Exercise aim
Would you please copy the part of the material below that opens with the line containing "err = f.Write(text)" and closes with the line containing "if _, err := os.Stat(retired);"? Copy it exactly, and only it.

Records to use
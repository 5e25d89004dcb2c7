package batch

import (
	"strings"

	"shearbook/profile"
	"shearbook/report"
	"shearbook/vs30/extend"
	"shearbook/vs30/siteclass"
)

// found is what a code says of a plain profile.
type found struct {
	siteclass.Verdict
	carried bool // by the deepest velocity, down to the depth that the code asks for
	flags   Flags
}

// frame is what the rows of plain profiles under a code have in common: what
// stands in them behind the name, the class and the average, and behind the depth
// reached.
type frame struct {
	code, route, depth string
	ends               [2][siteclass.FromMemory + 1]string // datum, basis and standing; those of profiles that are carried on come second
}

func newFrame(c *siteclass.Code, q *siteclass.Quick) frame {
	if q == nil {
		return frame{}
	}
	cells := func(texts ...string) string {
		var b strings.Builder
		for _, text := range texts {
			b.WriteByte(',')
			b.Write(appendCell(nil, text))
		}
		return b.String() + ","
	}
	k := frame{code: cells(c.ID), route: cells(byVelocity), depth: cells(string(appendKnown(nil, q.Depth(), 2)))}
	for i, basis := range [...]string{unstated, extended} {
		for s := siteclass.Checked; s <= siteclass.FromMemory; s++ {
			k.ends[i][s] = cells(string(appendRounded(nil, q.From(), 2)), basis, s.String())
		}
	}
	return k
}

// write writes the rows of the profile that was read last, as clerk.unit would
// where f.brief. It returns false, and writes nothing, where clerk.unit must.
func (f *fast) write(c *clerk, line int) bool {
	reached, flags := f.base.DepthModelled(), Flags(0)
	for i := range f.found {
		v := &f.found[i]
		if !f.verdict(i, v) {
			return false
		}
		v.flags |= c.flags(v.ToClass, v.Percent, v.Datum+v.Thickness-reached)
		flags |= v.flags
	}
	for i := range f.found {
		v := &f.found[i]
		c.summary = append(c.summary, c.fileCell(f.head.File())...)
		c.summary = f.appendRow(c.summary, i, line, reached)
		c.tally.add(f.codes[i].ID, v.Class, 1)
	}
	c.count(len(f.found), false, flags)
	return true
}

// appendRow adds what stands in the row under code number i behind the file, as
// appendRest does.
func (f *fast) appendRow(b []byte, i, line int, reached float64) []byte {
	k, v := &f.frames[i], &f.found[i]
	b = append(appendDigits(b, uint64(line)), ',')
	b = append(appendCell(b, f.name), k.code...)
	b = append(appendCell(b, v.Class), k.route...)
	b = append(appendRounded(b, v.Velocity, 1), k.depth...)
	b = append(appendKnown(b, v.Vs30, 1), ',')
	end := &k.ends[0]
	if v.carried {
		end = &k.ends[1]
	}
	b = append(appendRounded(b, reached, 2), end[v.Standing]...)
	b = append(appendCell(b, v.ToClass), ',')
	if v.ToClass != "" {
		b = appendRounded(b, v.Percent, 1)
	}
	b = v.flags.append(append(b, ','))
	if !f.placed {
		return append(b, ",0,0,,,,,,,\n"...)
	}
	return append(appendPosition(append(b, ",0,0,"...), &f.base.Position), ",,\n"...)
}

// decide makes the row of the profile in hand under code number i. It returns
// false where report.Classify must.
func (f *fast) decide(c *clerk, u *unit, i int, r *result) bool {
	v := &f.found[i]
	if !f.verdict(i, v) {
		return false
	}
	row := &r.row
	row.DepthReached = u.profile.DepthReached()
	row.Class, row.Route, row.Velocity, row.Depth, row.Datum = v.Class, byVelocity, v.Velocity, v.Thickness, v.Datum
	row.Basis, row.Standing, row.Vs30 = unstated, v.Standing.String(), v.Vs30
	row.ToClass, row.Margin = v.ToClass, v.Percent
	if v.carried {
		row.Basis = extended
	}
	if !c.job.FaultsAlone {
		if r.fell = v.Reversed && !v.carried; v.carried {
			if r.notes = f.carriedNotes(u.profile, f.quick[i]); r.notes == nil {
				return false
			}
		}
	}
	c.flag(u, r)
	row.Flags |= v.flags
	if r.fell {
		row.Notes++
	}
	return true
}

// verdict decides the profile that was read last under code number i, and sets
// the flags that the notes on it would. It returns false where it cannot.
func (f *fast) verdict(i int, v *found) (ok bool) {
	q, layers := f.quick[i], f.base.Layers
	if q == nil {
		return false
	}
	v.flags, v.carried = 0, false
	if v.Verdict, ok = q.Decide(layers); !ok {
		end := layers[len(layers)-1].Bottom
		if f.relation == nil || q.From() != 0 || end >= q.Depth()-profile.Joint { // beyond which Estimate may refuse
			return false
		}
		if v.Verdict, ok = q.DecideCarried(layers); !ok {
			return false
		}
		if v.carried, v.flags = true, Shallow; extend.FallsAtBottom(layers, 0) {
			v.flags |= Odd
		}
	}
	if v.Reversed {
		v.flags |= Reversed
	}
	if v.Vs30 == 0 {
		if average := report.Average30(&f.base, v.Datum, f.facts); average != nil {
			v.Vs30 = *average
		}
	}
	return true
}

// carriedNotes are the notes on a profile that the deepest velocity carries down
// to the depth that a code asks for.
func (f *fast) carriedNotes(p *profile.Profile, q *siteclass.Quick) []profile.Note {
	e, err := f.relation.Estimate(p.Layers, 0, q.Depth())
	if err != nil {
		return nil
	}
	f.longer = append(append(f.longer[:0], p.Layers...), profile.Layer{Top: e.Reached, Bottom: e.From + e.Thickness, Vs: e.Below})
	notes := append(append(make([]profile.Note, 0, 5), e.Note), e.Doubts...)
	_, notes, ok := q.DecideExtended(p, f.longer, notes)
	if !ok {
		return nil
	}
	return notes
}

// What siteclass.Decision says of a profile that is decided by its velocity
// alone and does not state how that came to be known.
const (
	constantVelocity = "constant-velocity"

	byVelocity = "velocity"
	unstated   = "not stated"
	extended   = "extended"
)
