package batch

import (
	"encoding/json"
	"errors"
	"fmt"
	"io/fs"
	"os"
	"path/filepath"

	"shearbook/profile"
)

// What the folder of an unfinished batch holds once it is whole and only needs
// to be moved into place.
const (
	wholeName   = "whole"   // what goes into place, and what the run found
	retiredName = "retired" // the earlier batch is out of the way
	earlierName = "earlier" // where it went
)

// whole is the content of the file wholeName.
type whole struct {
	Job     string // digest
	Shard   Shard
	Names   []string // the summary last
	Outcome Outcome
}

// declare writes down that everything is there. From here on the batch will be
// in place, if need be after the next run.
func declare(out string, w whole) error {
	dir := unfinished(out)
	for _, name := range batchNames {
		if _, err := os.Stat(filepath.Join(dir, name)); err == nil && name != Summary {
			w.Names = append(w.Names, name)
		}
	}
	w.Names = append(w.Names, Summary)
	text, err := json.Marshal(w)
	if err != nil {
		return err
	}
	fresh := filepath.Join(dir, wholeName+".new")
	if err := writeSynced(fresh, text); err != nil {
		return err
	}
	return os.Rename(fresh, filepath.Join(dir, wholeName))
}

func writeSynced(name string, text []byte) error {
	f, err := os.Create(name)
	if err != nil {
		return err
	}
	_, err = f.Write(text)
	return errors.Join(err, f.Sync(), f.Close())
}

// declared reads what declare wrote; nil if it did not.
func declared(out string) *whole {
	text, err := os.ReadFile(filepath.Join(unfinished(out), wholeName))
	var w whole
	if err != nil || json.Unmarshal(text, &w) != nil {
		return nil
	}
	return &w
}

// install moves what was declared into place. The earlier batch goes first,
// its summary before all else, and the summary of the new one comes last: a
// folder with a summary.csv holds a whole batch. Where it is interrupted, it
// can be called again.
func install(out string, w *whole) error {
	dir := unfinished(out)
	old, retired := filepath.Join(dir, earlierName), filepath.Join(dir, retiredName)
	if _, err := os.Stat(retired); err != nil {
		if err := os.MkdirAll(old, 0o777); err != nil {
			return notInstalled(out, err)
		}
		for _, name := range batchNames { // the summary first
			if name == unfinishedName {
				continue
			}
			if err := moveInto(old, filepath.Join(out, name)); err != nil {
				return notInstalled(out, err)
			}
		}
		if err := os.WriteFile(retired, nil, 0o666); err != nil {
			return notInstalled(out, err)
		}
	}
	for _, name := range w.Names {
		if err := moveInto(out, filepath.Join(dir, name)); err != nil {
			return notInstalled(out, err)
		}
	}
	return cleared(out, dir)
}

// cleared removes the folder of a batch that is in place. What calls for it to be
// installed goes first: were it left alone with the mark of retirement gone, the
// next run would retire the new batch for the old one.
func cleared(out, dir string) error {
	for _, name := range []string{journalName, wholeName} {
		if err := os.Remove(filepath.Join(dir, name)); err != nil && !errors.Is(err, fs.ErrNotExist) {
			return notInstalled(out, err)
		}
	}
	if err := os.RemoveAll(dir); err != nil {
		return notInstalled(out, err)
	}
	return nil
}

// moveInto moves a file into a folder, if it is there.
func moveInto(dir, name string) error {
	err := os.Rename(name, filepath.Join(dir, filepath.Base(name)))
	if errors.Is(err, fs.ErrNotExist) {
		return nil
	}
	return err
}

func notInstalled(out string, err error) error {
	return &conflict{fmt.Sprintf("the batch is whole but cannot be put in place in %s: %v", out, profile.FileError(err)),
		"mend the folder, and run again with --resume"}
}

Result of this exercise
	_, err = f.Write(text)
	return errors.Join(err, f.Sync(), f.Close())
}

// declared reads what declare wrote; nil if it did not.
func declared(out string) *whole {
	text, err := os.ReadFile(filepath.Join(unfinished(out), wholeName))
	var w whole
	if err != nil || json.Unmarshal(text, &w) != nil {
		return nil
	}
	return &w
}

// install moves what was declared into place. The earlier batch goes first,
// its summary before all else, and the summary of the new one comes last: a
// folder with a summary.csv holds a whole batch. Where it is interrupted, it
// can be called again.
func install(out string, w *whole) error {
	dir := unfinished(out)
	old, retired := filepath.Join(dir, earlierName), filepath.Join(dir, retiredName)
	if _, err := os.Stat(retired); err != nil {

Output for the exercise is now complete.